The main criteria for setting such a diagnosis are:
- the age of the patient should not exceed 16 years;
- duration of clinical joint manifestations more than 3 months;
- should be ruled out other possible joint diseases.
Etiology of the disease
The causes of juvenile arthritis in children are not fully understood. But it is known that several factors can trigger the development of this joint pathology.
In particular, researchers suspect some microorganisms and vaccinations. A link was established between the appearance of arthritis in children and the recently transferred cold, as well as calendar vaccinations against measles, mumps and rubella.
There are cases when juvenile arthritis manifested after vaccination against hepatitis B. Other reasons include:
- joint injury;
- prolonged hypothermia or prolonged exposure to the sun;
- heredity.
But it is important to understand that the key link in the development of arthritis is the hypersensitivity of the organism to the above factors. As a result, an inadequate immune response comes into play, which triggers a mechanism for the development of the disease.
Clinical manifestations of arthritis in children
Usually, this disease has large and medium joints: knee, elbow, ankle, etc. Characteristic is also the defeat of the spine in the cervical region and temporomandibular joints.
The child complains of pain, swelling, restriction of mobility in the affected joints. The skin above them is usually reddened and hot to the touch.

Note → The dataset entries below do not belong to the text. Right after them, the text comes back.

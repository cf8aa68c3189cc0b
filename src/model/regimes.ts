/**
 * The regimes: the one table that says what each regime is. `REGIME_TABLE` is a
 * `Record<Regime, RegimeEntry>`, so adding a name to `REGIMES` makes the compiler ask for its
 * entry, and nothing else in the code dispatches on the regime's name: the solver reads the
 * surface, heat store and exchange the entry builds; the reports read its words; the charts and
 * the viewer read its colour and menu label. See DEVELOPERS.md, "Adding a regime".
 */
import { CalorbitError, requireNumber } from "../errors.js";
import { DAYSIDE_FACTOR } from "../physics/dayNight.js";
import { bandForcing, lumpedForcing, NO_FORCING, pointForcing, scaledForcing } from "../physics/forcing.js";
import { solarDaySeconds } from "../physics/geometry.js";
import { meanMotion } from "../physics/orbit.js";
import type { Exchange } from "./exchange.js";
import type { HeatStoreKind } from "./heatStore.js";
import { singleCell, type Surface } from "./surface.js";
import type { ThermalCase } from "./thermalCase.js";

/** Every regime calorbit integrates, in menu order. */
export const REGIMES = ["global", "dayside", "substellar", "daynight", "band", "point", "map", "zonal"] as const;
export type Regime = (typeof REGIMES)[number];

/**
 * Which solve runs a regime: "surface", the engine's `simulate` (its cells × heat store × exchange,
 * from `surface` and `exchange` below); "map", the longitude × latitude grid and its observer
 * (`src/run/simulateMap.ts`, `observeMap.ts`); "zonal", the climate of latitude bands
 * (`src/run/zonal.ts`). Commands switch on it, so a new pipeline is flagged wherever it must be run.
 */
export type Pipeline = "surface" | "map" | "zonal";

/** Scenario fields a regime reads beyond star, orbit and body (the reports describe exactly these). */
export type RegimeField = "spin.axis" | "spin.rate" | "location.latitude" | "location.longitude" | "exchange";

export interface RegimeEntry {
  /** One line for the reports: what the regime models, words with units. */
  words: string;
  /** The viewer's menu label (short). */
  menuLabel: string;
  /** Chart colour when several regimes are drawn together (Okabe–Ito palette, `src/view/palette.ts`). */
  colour: string;
  /** The solve that runs it (see `Pipeline`). */
  pipeline: Pipeline;
  /** Heat stores the regime can sit on. */
  heatStores: readonly HeatStoreKind[];
  /** Scenario fields it reads. */
  fields: readonly RegimeField[];
  /** Its cells and their forcing. Throws CalorbitError on a field it cannot take. */
  surface(thermal: ThermalCase): Surface;
  /** Lateral exchange between its cells. */
  exchange(thermal: ThermalCase): Exchange;
}

const NO_EXCHANGE: Exchange = { kind: "none" };
const DEFAULT_SPIN = (thermal: ThermalCase) =>
  thermal.spin ?? { rateRadPerSecond: meanMotion(thermal.orbit), ratio: { spin: 1, orbit: 1 }, obliquityRad: 0, equinoxTrueAnomalyRad: 0 };
const locationOf = (thermal: ThermalCase) => thermal.location ?? { latitudeRad: 0, longitudeRad: 0 };

/** Greatest common divisor of two non-negative integers. */
export function gcd(a: number, b: number): number {
  return b === 0 ? a : gcd(b, a % b);
}

/** Cycle of a spin: q orbits for a p:q resonance (or a period within 1e-9 of one, q ≤ 16); else not commensurate. */
function spinCycle(spinRate: number, n: number, ratio?: { spin: number; orbit: number }): { orbits: number; commensurate: boolean } {
  if (ratio) return { orbits: ratio.orbit / gcd(ratio.spin, ratio.orbit), commensurate: true };
  const r = spinRate / n;
  for (let q = 1; q <= 16; q++) {
    const p = Math.round(r * q);
    if (p > 0 && Math.abs(r * q - p) <= 1e-9 * r * q) return { orbits: q / gcd(p, q), commensurate: true };
  }
  return { orbits: 1, commensurate: false };
}


function wholeBody(name: "global" | "dayside" | "substellar", words: string, menuLabel: string, colour: string): RegimeEntry {
  return {
    words,
    menuLabel,
    colour,
    pipeline: "surface",
    heatStores: ["slab", "column"],
    fields: [],
    surface: (t) => singleCell(lumpedForcing(name, t.surface.albedo, t.star.luminosityW, t.orbit)),
    exchange: () => NO_EXCHANGE,
  };
}

export const REGIME_TABLE: Readonly<Record<Regime, RegimeEntry>> = {
  global: wholeBody("global", "f = 1/4: fast rotator, heat shared over the whole sphere", "global (f = 1/4)", "#0072B2"),
  dayside: wholeBody("dayside", "f = 1/2: locked dayside, no heat carried to the night side", "dayside (f = 1/2)", "#E69F00"),
  substellar: wholeBody("substellar", "f = 1: the point under the star", "substellar (f = 1)", "#D55E00"),
  daynight: {
    words: "two hemispheres exchanging heat",
    menuLabel: "day + night",
    colour: "#009E73",
    pipeline: "surface",
    heatStores: ["slab"],
    fields: ["exchange"],
    surface(t) {
      const { weighting } = this.exchange(t) as Extract<Exchange, { kind: "dayNight" }>;
      const full = lumpedForcing("substellar", t.surface.albedo, t.star.luminosityW, t.orbit); // (1 − A) S
      return {
        cells: [
          { name: "day", areaWeight: 0.5, forcing: scaledForcing(full, DAYSIDE_FACTOR[weighting]) },
          { name: "night", areaWeight: 0.5, forcing: NO_FORCING },
        ],
        cycleOrbits: 1,
        commensurate: true,
        forcingHasCorners: false,
      };
    },
    exchange(t) {
      const ex = t.exchange ?? { recirculation: 0, coefficientWPerM2K: 0, weighting: "uniform" as const };
      requireNumber("body.recirculation", ex.recirculation, (r) => r >= 0 && r <= 1, "0 ≤ ε ≤ 1");
      requireNumber("body.exchangeCoefficient", ex.coefficientWPerM2K, (k) => k >= 0, "k ≥ 0 W m⁻² K⁻¹");
      return { kind: "dayNight", ...ex };
    },
  },
  band: {
    words: "daily-mean insolation at one latitude of a fast rotator",
    menuLabel: "latitude band",
    colour: "#CC79A7",
    pipeline: "surface",
    heatStores: ["slab", "column"],
    fields: ["spin.axis", "location.latitude"],
    surface(t) {
      const spin = DEFAULT_SPIN(t);
      const latitudeRad = locationOf(t).latitudeRad;
      const forcing = bandForcing(t.surface.albedo, t.star.luminosityW, t.orbit, latitudeRad, spin.obliquityRad, spin.equinoxTrueAnomalyRad);
      // The daily mean has corners only where polar day or night begins: |latitude| + tilt ≥ 90°.
      const tilt = Math.min(spin.obliquityRad, Math.PI - spin.obliquityRad);
      const smooth = Math.abs(latitudeRad) + tilt < 0.5 * Math.PI - 1e-6;
      return singleCell(forcing, { cycleOrbits: 1, commensurate: true, forcingHasCorners: true, ...(smooth ? { cornerSearch: "smooth" as const } : {}) });
    },
    exchange: () => NO_EXCHANGE,
  },
  point: {
    words: "one place on a spinning surface, hour by hour",
    menuLabel: "surface point",
    colour: "#000000",
    pipeline: "surface",
    heatStores: ["slab", "column"],
    fields: ["spin.rate", "spin.axis", "location.latitude", "location.longitude"],
    surface(t) {
      const spin = DEFAULT_SPIN(t);
      requireNumber("spin.period", spin.rateRadPerSecond, (w) => w > 0, "a spin period > 0 s");
      const n = meanMotion(t.orbit);
      const cycle = spinCycle(spin.rateRadPerSecond, n, spin.ratio);
      const location = locationOf(t);
      const forcing = pointForcing(t.surface.albedo, t.star.luminosityW, t.orbit, location.latitudeRad, location.longitudeRad, spin, cycle.orbits, t.surface.albedoIncidence);
      return singleCell(forcing, {
        cycleOrbits: cycle.orbits,
        commensurate: cycle.commensurate,
        solarDaySeconds: solarDaySeconds(spin.rateRadPerSecond, n, spin.obliquityRad),
        forcingHasCorners: true,
        cornerSearch: "scan",
      });
    },
    exchange: () => NO_EXCHANGE,
  },
  map: {
    words: "a longitude × latitude grid of cells, and what a distant observer receives",
    menuLabel: "surface map",
    colour: "#56B4E9",
    // Hundreds of cells that exchange no heat, each solved alone, and an observer's phase curve.
    pipeline: "map",
    heatStores: ["slab"],
    fields: ["spin.rate", "spin.axis"],
    surface: () => ownSolve("map"),
    exchange: () => NO_EXCHANGE,
  },
  zonal: {
    words: "the globe in latitude bands sharing heat by meridional diffusion, with ice and outgoing-radiation laws (climate)",
    menuLabel: "latitude bands (climate)",
    colour: "#F0E442",
    // Bands coupled by diffusion, an albedo that feeds back on temperature, one or two climates.
    pipeline: "zonal",
    heatStores: ["slab"],
    fields: ["spin.axis"],
    surface: () => ownSolve("zonal"),
    exchange: () => NO_EXCHANGE,
  },
};

/** The surface builder of a regime whose pipeline is not the engine's single-surface solve. */
function ownSolve(regime: Regime): never {
  throw new CalorbitError("INVALID_ARGUMENT", `the ${regime} regime has its own solve`, [
    { path: "regime", given: regime, allowed: `calorbit run, sweep or view on the ${regime} scenario (not the single-surface solve of compare or simulate)` },
  ]);
}

/** The regimes the engine's `simulate` runs (compare's default list, the live viewer's menu). */
export const SURFACE_REGIMES: readonly Regime[] = REGIMES.filter((r) => REGIME_TABLE[r].pipeline === "surface");

/** The entry of a case's regime, refusing a heat store the regime cannot sit on. */
export function regimeEntry(thermal: ThermalCase, storeKind: HeatStoreKind, table: Readonly<Record<Regime, RegimeEntry>> = REGIME_TABLE): RegimeEntry {
  const entry = table[thermal.regime];
  if (!entry.heatStores.includes(storeKind)) {
    throw new CalorbitError("INVALID_ARGUMENT", `the ${thermal.regime} regime does not take a ${storeKind === "column" ? "conduction column" : "slab"}`, [
      {
        path: "regime",
        given: thermal.regime,
        allowed: `with body.${storeKind}: ${REGIMES.filter((r) => table[r].heatStores.includes(storeKind)).join(", ")}`,
      },
    ]);
  }
  return entry;
}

The general symptoms of juvenile rheumatoid arthritis are also sometimes associated with a significant increase in body temperature, especially in the morning hours.
The rise in temperature can be accompanied by chills, increased pain in the affected joints, the appearance of allergic rashes on the body. The rash can be localized not only in the area of the joints, but also spread throughout the body. It is characterized by the speed of appearance and the same rapid disappearance.
With this, children usually suffer from internal organs. For the defeat of the heart is characterized by the appearance of pain behind the sternum, a feeling of lack of air. The sick child is pale, in the region of the fingers, the nasolabial triangle is cyanosis.
If the disease affects the lungs, a cough and shortness of breath may occur. A characteristic symptom of arthritis is the enlargement of the lymph nodes. Redness of the eyes can be observed, visual acuity decreases, photophobia and lacrimation take place.
In severe cases, eye damage can result in glaucoma and even blindness. The long-term symptoms of juvenile arthritis are the child's retardation in growth and the development of osteoporosis.
Diagnosis of
Juvenile rheumatoid appearance in children is confirmed on the basis of anamnesis, examination of the child and data of laboratory tests:
- of general and biochemical blood test;
- immunological blood test;
- ECG;
- ultrasound examination of internal organs;
- radiography;
- examination for infection.
Treatment of
Treatment of juvenile rheumatoid arthritis has several objectives at once:
- Suppression of inflammation is achieved through the use of anti-inflammatory drugs: non-steroid( diclofenac, nimesulide, etc.) and steroid hormones( glucocorticoids).
- Control of systemic manifestations of the disease.
- Conservation of functional fullness of joints.
- Preventing their further destruction.
- Achieving a stable remission and rehabilitation therapy, which is aimed at improving the quality of life of sick children.
Prevention of the disease
There is no clear scheme for the prevention of juvenile arthritis, because there is no single-valued data on the causes of its occurrence.
But compliance with simple rules can reduce the frequency of relapses:
- should be avoided from overcooling or overheating;
- without the urgent need not to change the climate belt;
- to try to protect the child from contact with infections and animals;
- preventive vaccinations for children with rheumatoid arthritis are contraindicated, except for the Mantoux reaction.